→ Saved data entries
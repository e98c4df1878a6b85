"""Experiments: a model meets its draws, the pilot is part of the run, memory does not grow with the samples."""

import gc
import tracemalloc

import numpy as np
import pytest

from mc.correlation import Copula
from mc.experiment import PILOT, Experiment, GroupedExperiment, Inputs, LawModel
from mc.intervals import Summary
from mc.laws import Normal, Uniform
from mc.plan import Block, Plan
from mc.runner import run
from mc.tally import Grid, Moments

LAWS = {"load": Normal(mean=10.0, sigma=2.0), "share": Uniform(low=0.0, high=1.0)}
INPUTS = Inputs(seed=0, names=("load", "share"))


def power(values):
    """One output, shape (n,)."""
    return values["load"] * values["share"]


def both(values):
    """Two outputs, shape (2, n)."""
    return np.stack([values["load"], power(values)])


def test_exactly_the_named_inputs_are_handed_on():
    # a partner that came along would vary in a run that is to show what the others do without it
    inputs = Inputs(seed=0, names=("load",), copula=Copula.of_pairs([("share", "load", 0.5)]))
    assert set(next(inputs.slices(Block(0, 10)))) == {"load"}


def test_law_model_hands_on_values_of_its_laws():
    draws = next(INPUTS.slices(Block(0, 50)))
    values = LawModel(model=both, laws=LAWS)(draws)
    load, share = (LAWS[name].from_normal(draws[name]) for name in ("load", "share"))
    assert np.array_equal(values, [load, load * share])


def test_a_product_of_independent_laws():
    experiment = Experiment.prepare(LawModel(model=both, laws=LAWS), INPUTS)
    tally, samples = run(experiment, Plan(samples=400_000, block_size=2**16))
    assert samples == tally.count == 400_000
    # means multiply; variance of a product of independent factors: E[x^2] E[y^2] - (E[x] E[y])^2
    load, product = Summary(tally, 0), Summary(tally, 1)
    sigma = np.sqrt(104 / 3 - 25)
    assert abs(load.mean().value - 10) < 5 * 2 / np.sqrt(samples)
    assert abs(product.mean().value - 5) < 5 * sigma / np.sqrt(samples)
    assert abs(product.sigma().value / sigma - 1) < 5 * np.sqrt((product.kurtosis - 1) / 4 / samples)


def test_the_pilot_is_the_beginning_of_block_zero():
    experiment = Experiment.prepare(LawModel(model=power, laws=LAWS), INPUTS)
    summary = Summary(experiment(Block(0, PILOT)))
    assert experiment.grid.center[0] == pytest.approx(summary.mean().value, rel=1e-12)
    # so the first power of the pilot's own samples is nothing but rounding
    assert abs(experiment(Block(0, PILOT)).powers[0, 0]) < 1e-9


def test_a_single_output_may_be_flat():
    flat = Experiment.prepare(LawModel(model=power, laws=LAWS), INPUTS)
    deep = Experiment.prepare(LawModel(model=both, laws=LAWS), INPUTS)
    assert np.array_equal(flat(Block(2, 999)).powers[0], deep(Block(2, 999)).powers[1])


def test_moments_may_be_all_that_is_kept():
    tally = Experiment.prepare(LawModel(model=power, laws=LAWS), INPUTS, tally=Moments)(Block(0, 999))
    assert type(tally) is Moments


def logarithm(draws):
    """Not finite for half of the draws."""
    with np.errstate(invalid="ignore"):
        return np.log(draws["load"])


def test_a_model_that_is_not_finite_is_refused():
    # beside the pilot too: nothing may be prepared and then counted without the hole
    experiment = Experiment.prepare(logarithm, INPUTS)
    with pytest.raises(FloatingPointError, match="output 0 of a model is not finite"):
        experiment(Block(1, 100))


def peak_bytes(samples):
    """Most memory held at once during a run."""
    experiment = Experiment.prepare(LawModel(model=power, laws=LAWS), INPUTS)
    gc.collect()  # what other tests left in cycles must not be freed in mid-run
    tracemalloc.start()
    run(experiment, Plan(samples=samples, block_size=2**14))
    peak = tracemalloc.get_traced_memory()[1]
    tracemalloc.stop()
    return peak


def test_memory_does_not_grow_with_the_samples():
    # 8 and 64 blocks; a run of one or two has not yet held a sum beside a block and their new sum
    assert peak_bytes(2**20) < 1.1 * peak_bytes(2**17)


def test_what_is_not_finite_names_the_inputs_furthest_out():
    def model(draws):
        return np.where(draws["a"] > 2.5, np.nan, draws["a"] + draws["b"] + draws["c"] + draws["d"])

    inputs = Inputs(seed=1, names=("a", "b", "c", "d"), slice_size=50)
    experiment = Experiment(model=model, inputs=inputs, grid=Grid(center=np.zeros(1), scale=np.ones(1)))
    with pytest.raises(FloatingPointError, match=r"not finite at .*a = \+[23]\.\d\d sigma") as raised:
        experiment(Block(0, 5000))
    assert str(raised.value).count(" sigma") == 3


def test_groups_of_slices_add_up_to_the_blocks():
    inputs = Inputs(seed=1, names=("a",), slice_size=100)
    experiment = Experiment.prepare(lambda draws: draws["a"], inputs)
    grouped, samples = run(GroupedExperiment(experiment=experiment), Plan(samples=4250, block_size=800))
    plain, _ = run(experiment, Plan(samples=4250, block_size=800))
    total = grouped.total()
    assert samples == total.count == grouped.group_sizes().sum() == 4250 and len(grouped.sizes) == 32
    assert np.array_equal(total.cells, plain.cells) and np.allclose(total.powers, plain.powers, rtol=1e-12)
    with pytest.raises(FloatingPointError, match=r"not finite at a = "):
        bad = Experiment(model=lambda draws: draws["a"] / 0.0 * 0.0, inputs=inputs, grid=experiment.grid)
        with np.errstate(all="ignore"):
            GroupedExperiment(experiment=bad)(Block(0, 100))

→ Problem details
Respond with the number of lines in the entries that include the string "logarithm", and nothing besides.

→ Answer to this problem
2